Harney notes that because the formula uses last year’s inflation, “there’s a year lag behind when prices are actually increasing and when that minimum wage is trying to catch up.” When the inflation‑linking law was first introduced in 2017, the wage “was actually allowed to freeze for two years,” which further eroded its real value, he says.

The CCPA’s Manitoba Living Wage Update 2025 estimates a two‑parent family of four in Winnipeg now needs $19.77 an hour per working adult to cover essentials such as housing, food, transportation, child care, clothing and modest contingencies. 

That leaves a gap of more than $3 an hour between the scheduled $16.40 minimum and what researchers say is required for a basic standard of living in the city. 

Harney argues that closing that gap “would have a significant effect” on working poverty, particularly for women, recent immigrants and workers facing labour‑market barriers who are “just as likely to raise families” and hold post‑secondary education.

Also, the 2025 living wage estimate came out months before the war in Iran.

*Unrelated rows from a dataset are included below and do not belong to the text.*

import { Inject, Injectable } from '@nestjs/common';
import { Subject } from 'rxjs';
import type { LiveRefusalReason, ServerToClientEvents } from '@baytime/shared';
import { DB, type Db } from '../db/database.js';
import { liveSequence } from '../db/schema/index.js';
import { UnitOfWork } from '../db/unit-of-work.js';

type Payload<E extends keyof ServerToClientEvents> = Omit<Parameters<ServerToClientEvents[E]>[0], 'seq'>;

/**
 * Who hears a message: everyone signed in, or the floor screens (office roles and wall displays) and
 * the kiosks of the technicians it concerns. Kiosks need only what concerns their technician: with a
 * thousand tablets open, a message to everyone costs a thousand frames.
 */
export type Audience = { to: 'everyone' } | { to: 'floor'; technicianIds?: readonly number[] };

export interface LiveMessage {
  event: keyof ServerToClientEvents;
  payload: { seq: number };
  audience: Audience;
}

/** Whose live connections must close now: a revoked screen's, or a person's whose access changed. */
export interface SessionsEnded {
  holder: { screenId: number } | { userId: number };
  reason: LiveRefusalReason;
}

/** Sequence numbers reserved per write of the mark: one write per this many messages. */
export const SEQ_BLOCK = 1000;

/**
 * The one stream of live messages. Services publish domain events here and say when the floor
 * changed; the gateway forwards messages to sockets. `seq` rises by one per message, shop-wide,
 * and across restarts: it carries on above the mark kept in the database, whatever the clock says.
 */
@Injectable()
export class LiveService {
  private lastSeq: number;
  private reservedUpTo: number;
  readonly messages$ = new Subject<LiveMessage>();
  readonly sessionsEnded$ = new Subject<SessionsEnded>();
  /** Fires once per tick however many changes were made in it. */
  readonly floorChanged$ = new Subject<void>();
  private changePending = false;

  constructor(
    private readonly uow: UnitOfWork,
    @Inject(DB) private readonly db: Db,
  ) {
    this.lastSeq = this.db.select().from(liveSequence).get()?.reservedUpTo ?? 0;
    this.reservedUpTo = this.lastSeq;
  }

  get seq(): number {
    return this.lastSeq;
  }

  publish<E extends Exclude<keyof ServerToClientEvents, 'board.snapshot' | 'session.ended'>>(
    event: E,
    payload: Payload<E>,
    audience: Audience = { to: 'floor' },
  ): void {
    // Inside a use case the message waits for the commit; a rolled-back command says nothing.
    this.uow.afterCommit(() =>
      this.messages$.next({ event, payload: { ...payload, seq: this.nextSeq() }, audience }),
    );
  }

  /** Closes the holder's live connections once the change that ends them has committed. */
  endSessions(holder: SessionsEnded['holder'], reason: LiveRefusalReason): void {
    this.uow.afterCommit(() => this.sessionsEnded$.next({ holder, reason }));
  }

  changed(): void {
    this.uow.afterCommit(() => this.floorChangedSoon());
  }

  private nextSeq(): number {
    if (this.lastSeq >= this.reservedUpTo) {
      const reservedUpTo = this.lastSeq + SEQ_BLOCK;
      this.db
        .insert(liveSequence)
        .values({ id: 1, reservedUpTo })
        .onConflictDoUpdate({ target: liveSequence.id, set: { reservedUpTo } })
        .run();
      this.reservedUpTo = reservedUpTo;
    }
    return ++this.lastSeq;
  }

  private floorChangedSoon(): void {
    if (this.changePending) return;
    this.changePending = true;
    queueMicrotask(() => {
      this.changePending = false;
      this.floorChanged$.next();
    });
  }
}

Recently, Canadian unions have pushed for expanded work-from-home options in the federal and provincial public sectors, tying telework directly to fuel costs and energy security.

The Manitoba Federation of Labour has similarly argued that recent increases “fall well short” of what minimum‑wage earners need to afford essentials like groceries and rent, and that current law keeps many workers “trapped below the poverty line.”